50's is older than me.


----------



## ls7747 (Jul 20, 2009)

where is edgewater park and can you put in a 16 ft jon boat there as well, if so let me know i would love to try this spot out, thanks!!


----------



## stewman773 (Jun 19, 2009)

nice catch, what was the trick the "older guy" gave to you on how to catch those fish.


----------



## anoldlady (Sep 19, 2005)

*info:*

LS7747:
Edgewater Park (I'm pretty sure that's what it called) is on the north side of San Jacinto river where it crosses the Eastex freeway. My boat is a Carolina Skiff J16 and I was able to launch with not problem. The road into the park is very rough and you have to go REAL slow if you're towing a boat, but they have a boat ramp which is usable, albeit crude. I hear that if you put your trailer in too far, it will fall off the edge. If you're careful, though, you should be ok.
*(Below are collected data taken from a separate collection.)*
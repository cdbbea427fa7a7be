using System.Text.Json;
using Fusecraft.Solving;

namespace Fusecraft.Reporting;

/// <summary>How far from uniform random turns are, as JSON.</summary>
public static class MixingReport
{
    /// <summary>The value of the member <c>format</c>: name and version of the object that <see cref="ToJson"/> gives.</summary>
    public const string Format = "fusecraft/mixing/1";

    /// <summary>
    /// One JSON object on one line. <c>distances</c> has an entry for each number of turns looked at: the distance from uniform, from the stationary distribution, and from the limit along the numbers of turns alike modulo
    /// the period. <c>turnsTo</c> has the least numbers of turns that bring the last of these to 1/4 and to 1/100, null where those looked at do not suffice. <c>spectrum</c> is null where it was not computed.
    /// </summary>
    /// <param name="distances">The distances of a walk.</param>
    /// <param name="spectrum">Its eigenvalues; null where they are not known.</param>
    public static string ToJson(WalkDistances distances, WalkSpectrum? spectrum)
    {
        ArgumentNullException.ThrowIfNull(distances);
        return JsonLine.Write((distances, spectrum), static (json, found) => Write(json, found.distances, found.spectrum));
    }

    private static void Write(Utf8JsonWriter json, WalkDistances distances, WalkSpectrum? spectrum)
    {
        var walk = distances.Walk;
        json.WriteStartObject();
        json.WriteString("format", Format);
        json.WriteString("mechanism", walk.Mechanism.Name);
        json.WriteString("choice", walk.Options.Choice == WalkChoice.FreeSteps ? "free" : "all");
        json.WriteNumber("holding", walk.Options.Holding);
        json.WriteNumber("states", walk.StateCount);
        json.WriteNumber("shapes", walk.ShapeCount);
        WriteWatched(json, walk);
        json.WriteNumber("period", walk.Period);
        json.WriteBoolean("isReversible", walk.IsReversible);
        json.WriteBoolean("isUniform", walk.IsUniform);
        json.WriteNumber("stationaryFromUniform", walk.StationaryFromUniform);
        json.WriteNumber("leastFromUniform", walk.LeastFromUniform);
        json.WriteStartObject("turnsTo");
        WriteTurns(json, "1/4", distances.TurnsTo(0.25));
        WriteTurns(json, "1/100", distances.TurnsTo(0.01));
        json.WriteEndObject();
        json.WriteStartArray("distances");
        foreach (var entry in distances.ByTurns)
        {
            json.WriteStartObject();
            json.WriteNumber("turns", entry.Turns);
            json.WriteNumber("fromUniform", entry.FromUniform);
            json.WriteNumber("fromStationary", entry.FromStationary);
            json.WriteNumber("fromLimit", entry.FromLimit);
            json.WriteEndObject();
        }

        json.WriteEndArray();
        json.WriteNumber("errorBound", distances.ErrorBound);
        WriteSpectrum(json, spectrum);
        json.WriteEndObject();
    }

    private static void WriteWatched(Utf8JsonWriter json, RandomWalk walk)
    {
        if (!walk.IsWatched)
        {
            json.WriteNull("watched");
            return;
        }

        json.WriteStartArray("watched");
        foreach (var site in walk.WatchedSites)
        {
            json.WriteStringValue(walk.Mechanism.SiteNames[site]);
        }

        json.WriteEndArray();
    }

    private static void WriteSpectrum(Utf8JsonWriter json, WalkSpectrum? spectrum)
    {
        if (spectrum is null || double.IsNaN(spectrum.Second))
        {
            json.WriteNull("spectrum");
            return;
        }

        json.WriteStartObject("spectrum");
        json.WriteNumber("second", spectrum.Second);
        json.WriteNumber("least", spectrum.Least);
        json.WriteNumber("gap", spectrum.Gap);
        json.WriteNumber("rate", spectrum.Rate);
        json.WriteNumber("errorBound", spectrum.ErrorBound);
        WriteTurns(json, "turnsSufficient", spectrum.TurnsSufficient(0.01));
        WriteTurns(json, "turnsNecessary", spectrum.TurnsNecessary(0.01));
        json.WriteEndObject();
    }

    private static void WriteTurns(Utf8JsonWriter json, string name, int? turns)
    {
        if (turns is { } known)
        {
            json.WriteNumber(name, known);
        }
        else
        {
            json.WriteNull(name);
        }
    }
}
I've attached a picture of my boat for you to compare.

Stewman773:
When you find a sheer drop off (from a few inches to several feet), rip your lure (pretty fast) over the edge of the drop off.


----------



## ls7747 (Jul 20, 2009)

Thats a nice skiff bud, i like it, it would be great in shallow bays as well, i believe i know where you are talking about, so if you are headed north on 59 is this park on the righthand side, or do you get to the ramp on the south bound side, thanks for your help i will have to hit this place up, doing some last minute stuff to my trailer, also when does the good biting on white bass stop, i am new to this freshwater fishing!!


----------



## stewman773 (Jun 19, 2009)

Thanks anoldlady for the tip


----------



## anoldlady (Sep 19, 2005)

LS7747,
I prefer saltwater fishing too, but it's just too hard for me to find the fish in the winter time to justify the expense (except for the occasional trip, of course). Lake Conroe and Houston are only about 30 minutes from my house and Spring Creek is only about 15. During January and February, I usually focus on crappie and white bass because it's easier to guarantee that I'm bringing something home for the pan. As for timing, I think that the white bass are generally winding down by the end of February. You might get a few stragglers in early March, but they are few and far between (in the creek). If you do go into the creek, go SLOW and be super careful because there are all sorts of things that will ruin your day. Many of the obstacles are submerged and you won't see them. I was trying to be as careful as possible and still my motor was shut off twice by something (probably a downed tree) that I couldn't see.


----------



## WesG (Sep 28, 2007)

I was up fishing at Jesse Jones on Saturday and saw that guy on the Skeeter... that was the weirdest Skeeter I've seen, looked like a big canoe with an outboard on the back.


----------



## uttlc (Jun 17, 2007)

A buddy and I were up there too and saw him. We got there about three and I picked up a pig about 5 minutes into the trip then nothing until about 430. We started getting hits and then the ranger came by with the bull horn asking us to leave. It was just turning on. Three guys came by in a jonboat and started pulling them in one after another about that same time. Oh well, just got to get out there earlier


----------



## Keylargohouston (Jun 6, 2009)

*spring creek(jesse jones)*

yea,Im glad yall got into them,personally didnt have much luck,maybe they havent made it all the way up yet..


----------



## iCdeez (Jan 24, 2010)

Very nice catch, its been a while since I got into the whites like that. I believe its time again.


----------



## sac-a-lait (Feb 19, 2009)

nice catch whites really fight hard for thier size


----------